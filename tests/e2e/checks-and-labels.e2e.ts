import { afterAll, beforeAll, describe, expect, it } from "vitest";
import type { Browser, Page } from "playwright-core";
import { launch, open } from "./browser";
import { signIn } from "./auth";
import { db } from "@/lib/db/knex";

/** Inputs without a linked label (label[for], a wrapping label, aria-label or aria-labelledby), as "tag#id name". */
const UNLABELLED = `(() => [...document.querySelectorAll("main input:not([type=hidden]), main select, main textarea")]
  .filter((el) => !(el.labels && el.labels.length > 0) && !el.getAttribute("aria-label") && !el.getAttribute("aria-labelledby"))
  .map((el) => el.tagName.toLowerCase() + "#" + el.id + " " + (el.getAttribute("name") || "")))()`;

/**
 * Checks and labels: a margin reads as a margin with what it needs, and every input of the workbench (the op-amp and
 * pass-device panels included) has a linked label.
 */
describe("checks and labels", () => {
  let browser: Browser;
  let page: Page;
  let scenarioId = "";

  beforeAll(async () => {
    browser = await launch();
    page = await browser.newPage({ viewport: { width: 1440, height: 900 } });
    scenarioId = (await db()("scenarios").where({ title: "Valve coil driver" }).whereNull("deleted_at").first("id")).id;
    await signIn(page, "designer");
    await open(page, `/scenarios/${scenarioId}`);
    await page.getByTestId("metric-phase-margin-value").filter({ hasNotText: "—" }).waitFor({ timeout: 60_000 });
  });

  afterAll(async () => {
    await browser?.close();
    await db().destroy();
  });

  it("the common-mode check reads as a margin and what it needs", async () => {
    expect(await page.getByTestId("check-common-mode-value").textContent()).toMatch(/^margin /);
    expect(await page.getByTestId("check-common-mode-limit").textContent()).toMatch(/^needs ≥ /);
    expect(await page.getByTestId("check-compliance-limit").textContent()).toMatch(/^needs [≥≤] /);
  });

  it("every input of the workbench has a linked label, with every panel open", async () => {
    await page.evaluate(() => document.querySelectorAll("details").forEach((d) => ((d as HTMLDetailsElement).open = true)));
    await page.getByTestId("studies-toggle").click();
    expect(await page.evaluate(UNLABELLED)).toEqual([]);
    for (const tab of ["sweep", "map", "spread", "compensate"]) {
      await page.getByTestId(`studies-tab-${tab}`).click();
      expect(await page.evaluate(UNLABELLED.replaceAll("main ", ""))).toEqual([]);
    }
  });

  it("the op-amp and pass-device panels can be driven through their labels, each label naming one field", async () => {
    await page.getByLabel("Op-amp preset", { exact: true }).waitFor();
    await page.getByLabel("Pass-device preset", { exact: true }).waitFor();
    await page.getByLabel("Base–emitter capacitance Cje0", { exact: true }).waitFor();
    const names = await page.evaluate(() => [...document.querySelectorAll('section[aria-label="Circuit"] input, section[aria-label="Circuit"] select')]
      .map((el) => el.getAttribute("aria-label") ?? [...((el as HTMLInputElement).labels ?? [])].map((l) => l.textContent?.trim()).join(" ")));
    const twice = names.filter((n, i) => names.indexOf(n) !== i);
    expect(twice).toEqual([]);
  });
});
┄┄┄┄┄┄
Activity: Look for the string "preset" in the data above and return every line that has it.

Your response:
    await page.getByLabel("Op-amp preset", { exact: true }).waitFor();
    await page.getByLabel("Pass-device preset", { exact: true }).waitFor();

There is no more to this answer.